Las autoridades españolas elevaron a diez el número de personas reportadas como desaparecidas tras el incendio forestal de Los Gallardos, en Almería, mientras la cifra oficial de fallecidos permanece en 13.
La actualización se produjo después de que fuera presentada una nueva denuncia relacionada con dos personas cuyo paradero continúa sin conocerse. Las autoridades advirtieron que podrían recibirse más reportes conforme las familias logren establecer contacto con los organismos encargados de centralizar la información.
Confirman la identidad de la decimotercera víctima
La última víctima mortal confirmada es una ciudadana británica de 93 años que había sido evacuada con heridas de gravedad y permanecía ingresada en la Unidad de Cuidados Intensivos del Hospital Universitario Torrecárdenas de Almería.
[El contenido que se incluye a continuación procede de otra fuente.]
/** The report of a version: as data for the page, and the address of its PDF. */
import { useQuery } from '@tanstack/react-query';
import type { Report } from '@/shared/contracts/report';
import { api, downloadUrl } from './api';
import { setKeys } from './parameter-sets';
import type { VersionRef } from './versions';

const path = ({ setId, number }: VersionRef) => `/parameter-sets/${setId}/versions/${number}`;

export const useReport = (of: VersionRef) =>
  useQuery({
    queryKey: [...setKeys.all, 'report', of.setId, of.number],
    queryFn: ({ signal }) => api<Report>(`${path(of)}/report`, { signal }),
  });

export const reportPdfUrl = (of: VersionRef): string => downloadUrl(`${path(of)}/report.pdf`);
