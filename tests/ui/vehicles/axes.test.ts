import fc from 'fast-check';
import { axesFrom, axesSentence, crossAxis, downOptions, SIGNED_AXES } from '@/components/vehicles/axes';
import { axisDeterminant, IDENTITY_AXES } from '@/shared/contracts/vehicles';

test('whatever forward and down are chosen, the frame is right-handed', () => {
  const axis = fc.constantFrom(...SIGNED_AXES);
  fc.assert(
    fc.property(axis, axis, (forward, down) => {
      const axes = axesFrom(forward, down);
      expect(axes.forward).toBe(forward);
      expect(axisDeterminant(axes)).toBe(1);
    }),
    { seed: 11 },
  );
});

test('down is kept when it can be', () => {
  for (const forward of SIGNED_AXES)
    for (const down of downOptions(forward)) expect(axesFrom(forward, down).down).toBe(down);
});

test('forward × right = down in the sensor’s own axes', () => {
  const { forward, right, down } = axesFrom('-y', '+z');
  expect(crossAxis(forward, right)).toBe(down);
});

test('two axes along one line have no cross product', () => {
  expect(() => crossAxis('+x', '-x')).toThrow(RangeError);
});

test.each([
  [IDENTITY_AXES, 'x forward, y right, z down'],
  [axesFrom('+x', '-z'), 'x forward, y left, z up'],
  [axesFrom('+y', '-z'), 'x right, y forward, z up'],
])('says how the sensor sits (%#)', (axes, sentence) => {
  expect(axesSentence(axes)).toBe(sentence);
});
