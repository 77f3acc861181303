/** Slowly changing errors: first-order Gauss–Markov and random walk, discretised exactly. */
import type { RandomSource } from '../random';

/** Local names: a global looked up in each call costs more than the call. */
const { exp, expm1, sqrt } = Math;

/**
 * Zero-mean process with standard deviation σ and correlation time τ (s), stationary from the start:
 * x ← φx + w, φ = e^(−Δt/τ), var w = σ²(1 − φ²) (Gelb 1974). τ = 0 is white.
 */
export class GaussMarkov {
  value: number;

  constructor(
    private readonly sigma: number,
    private readonly tauS: number,
    private readonly random: RandomSource,
  ) {
    this.value = sigma * random.normal();
  }

  /** The value after `dt` seconds. */
  step(dt: number): number {
    if (this.tauS === 0) return (this.value = this.sigma * this.random.normal());
    const x = dt / this.tauS;
    const drive = this.sigma * sqrt(-expm1(-2 * x));
    return (this.value = exp(-x) * this.value + drive * this.random.normal());
  }
}

/** Random walk from N(0, σ²) with the density that a Gauss–Markov process of σ and τ has at short times, 2σ²/τ. */
export class MatchedRandomWalk {
  value: number;

  constructor(
    private readonly sigma: number,
    private readonly tauS: number,
    private readonly random: RandomSource,
  ) {
    this.value = sigma * random.normal();
  }

  /** The value after `dt` seconds. */
  step(dt: number): number {
    return (this.value += this.sigma * sqrt((2 * dt) / this.tauS) * this.random.normal());
  }
}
La mujer falleció debido a la gravedad de las lesiones sufridas durante el incendio, convirtiéndose hasta ahora en la única víctima cuya identidad y nacionalidad han podido establecerse oficialmente.
Los otros 12 cuerpos fueron localizados en las zonas afectadas por las llamas, pero su estado impide realizar una identificación mediante métodos convencionales.
Pruebas de ADN serán clave para identificar a los fallecidos
El servicio de Criminalística de la Guardia Civil ya obtuvo el perfil genético de las 12 víctimas pendientes de identificar, por lo que el proceso dependerá del cotejo con muestras proporcionadas por sus familiares.
Las autoridades españolas trabajan en coordinación con representantes consulares de Bélgica, Reino Unido y Francia, debido a que entre las personas fallecidas o desaparecidas podría haber ciudadanos de esos países.
El Centro Integrado de Datos, conformado por especialistas forenses y agentes de Criminalística, concentra las denuncias, los perfiles genéticos y la información relacionada con las víctimas para evitar duplicidades y agilizar las identificaciones.
Además de las 13 personas fallecidas y las diez denuncias por desaparición, el balance incluye ocho heridos. Cuatro de ellos permanecen hospitalizados en estado grave en centros médicos de Sevilla.
Las autoridades aclararon que una denuncia por desaparición no significa necesariamente que la persona haya muerto, ya que algunos afectados podrían encontrarse fuera de la zona, permanecer incomunicados o no haber podido contactar con sus familiares.
Concluyen las batidas sin localizar nuevas víctimas
La Guardia Civil dio por finalizados los rastreos realizados en el terreno calcinado sin encontrar nuevos cuerpos. En las labores participaron equipos especializados que recorrieron las áreas más afectadas para descartar la presencia de más víctimas.
Mientras avanza la investigación y la identificación de los fallecidos, comenzó la recuperación gradual de la movilidad en la zona. La carretera AL-6109 fue reabierta, aunque el acceso al municipio de Bédar continúa restringido y únicamente se permite el ingreso de familiares de los residentes.
El incendio permanece bajo vigilancia para evitar posibles reactivaciones, mientras las autoridades continúan investigando sus causas y mantienen abiertas las diligencias relacionadas con las personas que siguen sin ser localizadas.